George Dyson To Speak On Digital Computing

November 14, 2000: George Dyson, visiting lecturer and research associate at Western Washington University, will speak on "What If Artificial Life Isn't? The Origins of the Digital Universe at the Institute for Advanced Study" on November 29 at 4:30 p.m. in Wolfensohn Hall on the campus of the Institute for Advanced Study. A reception will follow. He will discuss the role of the Institute's Electronic Computer Project (1945-57) in the origins of digital computing.

A historian of technology, Dyson's personal and professional interests have ranged from the prehistory of the Aleut kayak to the evolution of digital computing and the exploration of space.

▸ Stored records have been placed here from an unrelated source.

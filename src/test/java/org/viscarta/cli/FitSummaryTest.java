package org.viscarta.cli;

import static org.junit.jupiter.api.Assertions.assertEquals;
import static org.junit.jupiter.api.Assertions.assertTrue;

import java.nio.file.Files;
import java.nio.file.Path;
import java.util.Locale;
import org.junit.jupiter.api.Tag;
import org.junit.jupiter.api.Test;
import org.junit.jupiter.api.io.TempDir;

/**
 * Above 20 samples {@code fit} summarises on the terminal and the full table goes to -o. 25
 * invented springpot samples without noise, sample k with α = 0.1 + k/100 (M′ = c ω^α cos(απ/2),
 * M″ = c ω^α sin(απ/2), DOMAIN.md), so the fitted α are the generating ones and their median
 * across samples is α of sample 13, 0.23, and the quartiles those of samples 7 and 19, 0.17 and
 * 0.29 (linear interpolation between order statistics lands on them exactly for 25 values).
 */
@Tag("self-check")
class FitSummaryTest {

    @Test
    void aCampaignIsSummarisedAndEverySampleIsInTheTable(@TempDir Path dir) throws Exception {
        StringBuilder sb = new StringBuilder("# modulus: shear\nsample,frequency [Hz],storage_modulus [Pa],loss_modulus [Pa]\n");
        for (int k = 1; k <= 25; k++) {
            double alpha = 0.1 + k / 100.0;
            for (int i = 0; i < 12; i++) {
                double f = 0.1 * Math.pow(100, i / 11.0);
                double m = 1e4 * Math.pow(2 * Math.PI * f, alpha);
                sb.append(String.format(Locale.ROOT, "s%02d,%.10g,%.10g,%.10g%n", k, f, m * Math.cos(alpha * Math.PI / 2),
                        m * Math.sin(alpha * Math.PI / 2)));
            }
        }
        Path in = Files.writeString(dir.resolve("campaign.csv"), sb.toString());
        Path csv = dir.resolve("fits.csv");
        CliRun r = CliRun.of("fit", in.toString(), "--models", "springpot", "-o", csv.toString(), "--quiet");
        assertEquals(0, r.exitCode(), r.err());
        assertTrue(r.out().startsWith("25 samples fitted; a summary"), r.out());
        assertTrue(r.out().matches("(?s).*springpot\\s+25\\s+25\\s+0.*"), "best for all 25, none failed: " + r.out());
        assertTrue(r.out().matches("(?s).*springpot alpha\\s+25\\s+0\\.2300\\s+\\[0\\.1700, 0\\.2900\\].*"), r.out());
        assertTrue(r.out().contains("every model, parameter and sample: " + csv), r.out());
        assertTrue(!r.out().contains("s01 ("), "no per-sample block: " + r.out());
        assertEquals(1 + 25 * 2, Files.readAllLines(csv).size(), "header and c, alpha of each sample");
        CliRun each = CliRun.of("fit", in.toString(), "--models", "springpot", "--every-sample", "--quiet");
        assertTrue(each.out().contains("s01 (1 replicate(s)") && each.out().contains("s25 (1 replicate(s)"), each.out());
    }
}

His work on prehistoric craft has been featured in television documentaries and such publications as the New York Times ("Lessons From Ancients Who Plied the Waves") and Time magazine ("Resurrecting a Wondrous Craft").

He is author of Baidarka: The Kayak (1986); "Form and Function of the Baidarka: The Framework of Design" in Contributions to Kayak Studies (1991); Darwin Among the Machines: The Evolution of Global Intelligence (1997, 1998); and the forthcoming "Orion," which concerns Project Orion, the still-classified attempt to build a 4,000-ton nuclear-bomb-propelled interplanetary spaceship that took place between 1957 and 1965.

He attended Princeton High School, and the universities of California at San Diego and, later, Berkeley.

His early life and work, contrasted with that of his father, physicist and Institute professor emeritus Freeman Dyson, was the subject of Kenneth Brower's The Starship and the Canoe (1978).

The event is one of a series of public lectures sponsored by the Institute's School of Social Science during the academic year 2000-01 in connection with a projected year-long exploration of "Information Technology, New Media and the Social Sciences."